DGX Spark’s is optimized for running models at FP4 precision very efficiently. NVIDIA claims that this device can run models at FP4 models very close to the quality of FP8 models. NVIDIA is even giving a tutorial on how to quantize “DeepSeek-R1-Distill-Llama-8B” model to FP4.
This makes DGX Spark a great device for “Speculative Decoding”, a technique that speeds up text generation by using a small, fast model to draft several tokens ahead, then having the larger model quickly verify or adjust them. This way, the big model doesn’t need to predict every token step-by-step, reducing latency while keeping output quality. (Source: Speculative Decoding). To do that you essentially run two models at the same time, one small and one large. DGX Spark’s 128GB of unified memory allows it to handle both models simultaneously without running out of memory.
NVIDIA is going to introduce cheaper variants of DGX Spark with OEM partners in the future.
This mini AI supercomputer is not a replacement for high-end desktops with multiple GPUs, but it is direct competition for the new generation of mini PCs like Apple Mac Studio, Beelink GTR9 Pro, which has a new AMD AI chip.

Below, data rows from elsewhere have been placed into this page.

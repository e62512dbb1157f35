"""What care plans that came back say was done: a ticked task is due later, and never forgotten.

A tick changes no figure and takes no task away. It moves the time at which a task is due, and
says by whom and when it was ticked, because what was done may still not be charted.
"""

from __future__ import annotations

from collections.abc import Mapping, Sequence
from datetime import datetime

from msgspec import Struct
from msgspec.structs import replace

from handoff.findings import Action, Urgency
from handoff.state.access import entries, words
from handoff.state.patient import PatientState


class Tick(Struct, frozen=True):
    """The latest tick of a task: when it was due and done, as far as it was written, and by whom."""

    due: datetime | None
    done: datetime | None
    by: str

    @property
    def at(self) -> datetime | None:
        """When it was done, or was due where no time stands beside the tick."""
        return self.done or self.due

    def said(self, state: PatientState, now: datetime) -> str:
        """Return ``ticked done 20:05 by JO``."""
        time = f" {state.clock.time(self.done, now)}" if self.done else ", time not written"
        return f"ticked done{time}" + (f" by {self.by}" if self.by else "")


def ticks(state: PatientState, now: datetime) -> Mapping[str, Tick]:
    """Return the latest tick of each task by the key of the task, as of ``now``."""
    found: dict[str, tuple[datetime, Tick]] = {}
    for entry in entries(state.root.get("collected")):
        task, plan = words(entry.get("task")), state.when(entry.get("plan"))
        tick = Tick(state.when(entry.get("due")), state.when(entry.get("done")), words(entry.get("by")))
        moment = tick.at or plan
        if not task or moment is None or moment > now:
            continue
        if task not in found or found[task][0] <= moment:
            found[task] = (moment, tick)
    return {task: tick for task, (_, tick) in found.items()}


def known_done(actions: Sequence[Action], state: PatientState, now: datetime) -> tuple[Action, ...]:
    """Return ``actions`` with what was ticked done: due later, and with the tick in words among the cautions."""
    known = ticks(state, now)
    return tuple(
        _after(action, known[action.key], state, now) if action.key in known else action for action in actions
    )


def _after(action: Action, tick: Tick, state: PatientState, now: datetime) -> Action:
    said = tick.said(state, now)
    told = f"{said[0].upper()}{said[1:]} in a care plan; chart what was found."
    action = replace(action, cautions=(*action.cautions, told))
    at, first = tick.at, action.first_due
    if at is None:
        return action
    if action.every is not None:
        following = at + action.every
        is_later = following > first if first is not None else following > now
        return replace(action, first_due=following) if is_later else action
    if first is not None and (first <= at or first == tick.due):
        urgency = Urgency.NOW if action.urgency is Urgency.NOW else Urgency.SHIFT
        return replace(action, first_due=None, urgency=urgency)
    return action
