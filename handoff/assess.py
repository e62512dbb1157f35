"""Run the plugins in dependency order and gather what they found; a failing one costs only itself."""

from __future__ import annotations

from collections.abc import Mapping
from datetime import datetime
from types import MappingProxyType

from msgspec import Struct

from handoff.contract import breach
from handoff.outside.stopped import Stopped, place_of
from handoff.plugin import Action, Case, Findings, Flag, Item, Plugin
from handoff.policy import Policy
from handoff.registry import Setup
from handoff.state.faults import Fault
from handoff.state.patient import PatientState
from handoff.ticks import known_done


class Failure(Struct, frozen=True):
    """What could not be computed and why; holds no patient data."""

    plugin: str
    title: str
    what: str


class Assessment(Struct, frozen=True):
    """What is known of one patient at one moment: items and actions, and what could not be computed."""

    state: PatientState
    now: datetime
    policy: Policy
    items: tuple[Item, ...]
    actions: tuple[Action, ...]
    findings: Mapping[str, Findings]
    failures: tuple[Failure, ...]
    warnings: tuple[Fault, ...]
    plugins: tuple[Plugin, ...]

    def item(self, key: str) -> Item | None:
        """Return the item of that key, or None."""
        return next((item for item in self.items if item.key == key), None)

    @property
    def shown_warnings(self) -> tuple[Fault, ...]:
        """The warnings that a document may hold: even the place of a confidential entry is confidential."""
        return tuple(one for one in self.warnings if one.path.partition(".")[0] != "confidential")

    @property
    def not_recorded(self) -> tuple[Item, ...]:
        """The items whose value is missing from the file."""
        return tuple(item for item in self.items if item.flag is Flag.NOT_RECORDED)


def assess(
    state: PatientState,
    setup: Setup,
    now: datetime,
    warnings: tuple[Fault, ...] = (),
    unchecked: Mapping[str, str] = MappingProxyType({}),
) -> Assessment:
    """Return the assessment of ``state`` at ``now``; never raises for what a plugin does.

    ``unchecked`` says for each plugin that could not check the file, by its name, why not.
    """
    findings: dict[str, Findings] = {}
    failures = [
        Failure(plugin.name, plugin.title, f"its entries were not checked: it {unchecked[plugin.name]}")
        for plugin in setup.plugins
        if plugin.name in unchecked
    ]
    for plugin in setup.plugins:
        lost = [name for name in plugin.requires if name not in findings]
        if lost:
            failures.append(
                Failure(plugin.name, plugin.title, f"not computed: it needs '{lost[0]}', which failed")
            )
            continue
        required = {name: findings[name] for name in plugin.requires}
        case = case_of(plugin, state, setup, now, required)
        try:
            found = plugin.compute(case)
            problem = breach(plugin, found)
        except Stopped as stopped:
            problem = str(stopped)
        except Exception as error:  # a plugin may fail in any way; the document must still be made
            problem = f"stopped with {type(error).__name__} {place_of(error)}".rstrip()
        if problem:
            failures.append(Failure(plugin.name, plugin.title, problem))
        else:
            findings[plugin.name] = found
    return Assessment(
        state=state,
        now=now,
        policy=setup.policy,
        items=tuple(item for found in findings.values() for item in found.items),
        actions=known_done([action for found in findings.values() for action in found.actions], state, now),
        findings=findings,
        failures=tuple(failures),
        warnings=warnings,
        plugins=setup.plugins,
    )


def case_of(
    plugin: Plugin, state: PatientState, setup: Setup, now: datetime, findings: Mapping[str, Findings]
) -> Case:
    """Return what ``plugin`` is given for ``state`` at ``now``."""
    block = state.root.get(plugin.name)
    return Case(state, block, setup.parameters[plugin.name], now, findings)
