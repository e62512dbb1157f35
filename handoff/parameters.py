"""Cited tables: every clinical number with its unit, its kind of truth, its source and its place.

``parameters.yaml`` of a plugin holds ``sources``, ``parameters`` and ``choices`` (named rule
sets among which the local policy picks). A value without unit, kind, source and locator is
refused.
"""

from __future__ import annotations

from collections.abc import Mapping
from typing import Any, TypeAlias

from msgspec import Struct
from msgspec.structs import replace

Table: TypeAlias = Mapping[str, Any]

KINDS = ("definition", "guideline", "study", "common practice", "from memory", "local")
UNCITED_KINDS = ("common practice", "from memory")
REQUIRED = ("value", "unit", "kind", "source", "locator")


class ParameterError(ValueError):
    """A table of parameters is not usable; says which entry and why."""


class Source(Struct, frozen=True):
    """Where a number comes from: the publication, its place in it, and what kind of truth it is."""

    key: str
    citation: str
    locator: str
    kind: str
    doi: str = ""
    edition: str = ""
    read: str = "not read"

    def shown(self) -> str:
        """Return the citation with its place; facts from memory and without a source say so."""
        parts = [self.citation, f"Edition: {self.edition}" if self.edition else ""]
        parts += [f"doi:{self.doi}" if self.doi else "", self.locator]
        cited = " ".join(f"{part.strip().rstrip('.')}." for part in parts if part.strip())
        notes = {
            "from memory": "From memory: confirm before use.",
            "common practice": "Common practice." if self.citation else "Common practice, no source.",
        }
        return f"{cited} {notes.get(self.kind, '')}".strip()


class Parameter(Struct, frozen=True):
    """One cited value: a number, a text, a list or a table, in ``unit``."""

    id: str
    value: Any
    unit: str
    kind: str
    source: Source


class Choice(Struct, frozen=True):
    """A choice between named rule sets: which there are, the default, and why it is the default."""

    name: str
    among: tuple[str, ...]
    default: str
    why: str


class Chosen(Struct, frozen=True):
    """The rule set in use, and whether the local policy named it."""

    name: str
    by_policy: bool


class Parameters:
    """The cited values of one plugin, with what the local policy chose and changed."""

    def __init__(
        self,
        values: Mapping[str, Parameter],
        choices: Mapping[str, Choice] | None = None,
        chosen: Mapping[str, str] | None = None,
    ) -> None:
        self._values = dict(values)
        self.choices = dict(choices or {})
        self._chosen = dict(chosen or {})

    def __getitem__(self, identifier: str) -> Parameter:
        return self._values[identifier]

    def __contains__(self, identifier: str) -> bool:
        return identifier in self._values

    def ids(self, prefix: str = "") -> tuple[str, ...]:
        """Return the ids that begin with ``prefix``, in the order of the file."""
        return tuple(identifier for identifier in self._values if identifier.startswith(prefix))

    def number(self, identifier: str) -> float:
        """Return the value of ``identifier`` as a number, in the parameter's unit."""
        return float(self._values[identifier].value)

    def text(self, identifier: str) -> str:
        """Return the value of ``identifier`` as text."""
        return str(self._values[identifier].value)

    def table(self, identifier: str) -> Table:
        """Return the value of ``identifier`` as a mapping."""
        value: Table = self._values[identifier].value
        return value

    def source_of(self, identifier: str) -> Source:
        """Return where ``identifier`` comes from."""
        return self._values[identifier].source

    def chosen(self, choice: str) -> Chosen:
        """Return the rule set in use for ``choice``: the policy's, or the default."""
        if choice in self._chosen:
            return Chosen(self._chosen[choice], by_policy=True)
        return Chosen(self.choices[choice].default, by_policy=False)

    def with_policy(self, chosen: Mapping[str, str], values: Mapping[str, Mapping[str, Any]]) -> Parameters:
        """Return these parameters with the policy's choices and local values put in.

        Raises:
            ParameterError: The policy names a choice, a rule set or a value that is not there,
                or gives a value in another unit.
        """
        for name, picked in chosen.items():
            if name not in self.choices:
                raise ParameterError(f"no choice '{name}'; there are: {', '.join(self.choices) or 'none'}")
            if picked not in self.choices[name].among:
                among = ", ".join(self.choices[name].among)
                raise ParameterError(f"'{picked}' is not a rule set of '{name}'; there are: {among}")
        changed = dict(self._values)
        for identifier, local in values.items():
            changed[identifier] = _localised(changed, identifier, local)
        return Parameters(changed, self.choices, {**self._chosen, **chosen})


def _localised(known: Mapping[str, Parameter], identifier: str, local: Mapping[str, Any]) -> Parameter:
    if identifier not in known:
        raise ParameterError(f"no value '{identifier}'")
    original = known[identifier]
    if local["unit"] != original.unit:
        raise ParameterError(f"'{identifier}' is in {original.unit}, not in {local['unit']}")
    if isinstance(original.value, (Mapping, list)):
        raise ParameterError(f"'{identifier}' is a table; choose another rule set instead")
    source = Source("local", str(local["source"]), "", "local", read="not read")
    return replace(original, value=float(local["value"]), kind="local", source=source)


def read_parameters(data: Mapping[str, Any], where: str) -> Parameters:
    """Return the parameters in ``data`` (a loaded ``parameters.yaml``); ``where`` names it in errors.

    Raises:
        ParameterError: A value lacks its unit, kind, source or locator, names an unknown
            source, or a choice has no such default.
    """
    sources = data.get("sources") or {}
    values: dict[str, Parameter] = {}
    for identifier, entry in (data.get("parameters") or {}).items():
        missing = [name for name in REQUIRED if name not in entry]
        if missing:
            raise ParameterError(f"{where}: '{identifier}' lacks {', '.join(missing)}")
        values[identifier] = _parameter(identifier, entry, sources, where)
    choices = {}
    for name, entry in (data.get("choices") or {}).items():
        if entry["default"] not in entry["among"]:
            raise ParameterError(f"{where}: choice '{name}' has no rule set '{entry['default']}'")
        choices[name] = Choice(name, tuple(entry["among"]), entry["default"], entry["why"])
    return Parameters(values, choices)


def _parameter(
    identifier: str, entry: Mapping[str, Any], sources: Mapping[str, Any], where: str
) -> Parameter:
    kind, key = entry["kind"], entry["source"]
    if kind not in KINDS:
        raise ParameterError(f"{where}: '{identifier}' has an unknown kind '{kind}'")
    if key == "none":
        if kind not in UNCITED_KINDS:
            raise ParameterError(f"{where}: '{identifier}' is {kind} and needs a source")
        cited: Mapping[str, Any] = {"citation": ""}
    elif key in sources:
        cited = sources[key]
    else:
        raise ParameterError(f"{where}: '{identifier}' names an unknown source '{key}'")
    source = Source(
        key=key,
        citation=cited["citation"],
        locator=str(entry["locator"] or ""),
        kind=kind,
        doi=str(cited.get("doi") or ""),
        edition=str(cited.get("edition") or ""),
        read=str(cited.get("read") or "not read"),
    )
    return Parameter(identifier, entry["value"], entry["unit"], kind, source)
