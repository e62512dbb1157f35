"""Numbers and lists as they are printed: no trailing zero, a leading zero, units always."""

from __future__ import annotations

import math
from collections.abc import Sequence
from decimal import ROUND_HALF_UP, Context, Decimal

_ALL_PLACES = Context(prec=400, rounding=ROUND_HALF_UP)
"""Enough digits for every float, so that rounding itself never fails."""

HOURS_A_DAY = 24
DAYS_BEYOND_H = 3 * HOURS_A_DAY
"""Beyond so many hours nobody counts in hours."""


def number(value: float, places: int = 0) -> str:
    """Return ``value`` rounded half up to ``places``, without trailing zeros, commas from 1,000."""
    text = f"{_rounded(value, places):,f}"
    if "." in text:
        text = text.rstrip("0").rstrip(".")
    return "0" if text in ("-0", "") else text


def _rounded(value: float, places: int) -> Decimal:
    if not math.isfinite(value):
        raise ValueError("only a finite number can be printed")
    return Decimal(repr(float(value))).quantize(Decimal(1).scaleb(-places), context=_ALL_PLACES)


def with_unit(value: float, unit: str, places: int = 0) -> str:
    """Return ``number`` and unit: ``11,972 mL``; the unit may be empty."""
    return f"{number(value, places)} {unit}".strip()


def hours(value: float) -> str:
    """Return hours as hours and minutes: ``6 h 10 min``; beyond three days as days and whole hours.

    A negative value keeps its sign.
    """
    minutes = int(_rounded(abs(value) * 60, 0))
    whole, rest = divmod(minutes, 60)
    if minutes > DAYS_BEYOND_H * 60:
        days, left = divmod(whole, HOURS_A_DAY)
        return f"{'-' if value < 0 else ''}{days} days{f' {left} h' if left else ''}"
    said = f"{whole} h {rest} min" if rest and whole else f"{rest} min" if rest else f"{whole} h"
    return f"-{said}" if value < 0 and minutes else said


def joined(parts: Sequence[str], last: str = "and") -> str:
    """Return ``a, b and c``; an empty string for none."""
    if len(parts) < 2:
        return "".join(parts)
    return f"{', '.join(parts[:-1])} {last} {parts[-1]}"


def plural(count: int, singular: str, several: str = "") -> str:
    """Return ``1 dose`` or ``3 doses``."""
    return f"{count} {singular if count == 1 else several or singular + 's'}"
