"""What a plugin returned, held against the contract before anything is made of it."""

from __future__ import annotations

import math
import unicodedata
from collections.abc import Iterator
from datetime import datetime, timedelta

from handoff.parameters import Source
from handoff.plugin import Action, Findings, Flag, Item, Part, Plugin, System, Urgency, Working


def breach(plugin: Plugin, found: object) -> str:
    """Return how ``found`` breaks the contract of a plugin, in a phrase without patient data; empty if not."""
    if not isinstance(found, Findings):
        return f"returned {type(found).__name__} instead of Findings"
    words = (plugin.name, *plugin.owns)
    seen: set[str] = set()
    for part in (*found.items, *found.actions):
        if not isinstance(part, (Item, Action)) or not isinstance(part.key, str):
            return f"returned {type(part).__name__} among its findings"
        if part.key.partition(".")[0] not in words:
            return f"returned the key '{part.key}', which is not its own"
        if part.key in seen:
            return f"returned the key '{part.key}' twice"
        seen.add(part.key)
        for problem in _item(part) if isinstance(part, Item) else _action(part):
            return f"returned '{part.key}' {problem}"
    return ""


def _item(item: Item) -> Iterator[str]:
    yield from _texts(item.label, item.unit, item.shown)
    yield from _kinds((item.part, Part), (item.system, System), (item.flag, Flag))
    yield from _moments(item.as_of, item.value if isinstance(item.value, datetime) else None)
    yield from _cited(item.sources, item.cautions)
    if not isinstance(item.value, (float, int, str, datetime, type(None))):
        yield f"with a value of the kind {type(item.value).__name__}"
    if isinstance(item.value, float) and not math.isfinite(item.value):
        yield "as a number that is not finite"
    if item.working is not None and not isinstance(item.working, Working):
        yield "with a working of another kind"
    if item.value is not None and not item.sources and not item.repeats:
        yield "without a source"
    if item.value is None and item.flag is Flag.NONE and not item.shown:
        yield "with nothing to show"


def _action(action: Action) -> Iterator[str]:
    yield from _texts(action.area, action.text, action.why)
    yield from _kinds((action.system, System), (action.urgency, Urgency))
    yield from _moments(action.first_due)
    yield from _cited(action.sources, action.cautions)
    if action.every is not None and action.every < timedelta(minutes=1):
        yield "more often than once a minute"


def _texts(*texts: object) -> Iterator[str]:
    for text in texts:
        if not isinstance(text, str):
            yield f"with {type(text).__name__} where a text is due"
        elif not text.isprintable() and any(
            unicodedata.category(one) == "Cc" for one in text if one not in "\n\t"
        ):
            yield "with a control character in a text"


def _kinds(*pairs: tuple[object, type]) -> Iterator[str]:
    for value, kind in pairs:
        if not isinstance(value, kind):
            yield f"with {type(value).__name__} where a {kind.__name__} is due"


def _moments(*moments: object) -> Iterator[str]:
    for moment in moments:
        if moment is not None and (not isinstance(moment, datetime) or moment.utcoffset() is None):
            yield "with a time that has no time zone"


def _cited(sources: object, cautions: object) -> Iterator[str]:
    if not isinstance(sources, tuple) or not all(isinstance(source, Source) for source in sources):
        yield "with sources that are not a tuple of Source"
    if not isinstance(cautions, tuple) or not all(isinstance(caution, str) for caution in cautions):
        yield "with cautions that are not a tuple of texts"
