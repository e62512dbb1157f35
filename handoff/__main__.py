"""``python -m handoff`` runs the command line."""

from handoff.cli import main

main()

This Beelink device also has 128GB of unified memory, but they don’t have the powerfull Blackwell GPU that DGX Spark has. The cost of Beelink GTR9 Pro is around $2,000, but as everyone knows, NVIDIA is way ahead of the game on AI and machine learning. NVIDIA has a strong software ecosystem and developer support, which makes DGX Spark a more attractive option for researchers and developers working on AI projects.
NVIDIA DGX Spark is the option you want if you want things to work and you don’t want to spend so much time getting things set up and troubleshooting. NVIDIA has a lot of work into making sure that everything works out of the box.
Who is this for? #
Personally, this doesn’t feel like a super computer to me. It’s more like a mini supercomputer. With the price tag of $4,000, I would need more inference speed. If you are a consumer looking for a device to run AI models locally, I would recommend waiting for the next generation of GPUs like RTX 60 series or AMD’s next-gen AI chips. But if you are a researcher or developer who needs to run large models and do training or fine-tuning, DGX Spark is a great option.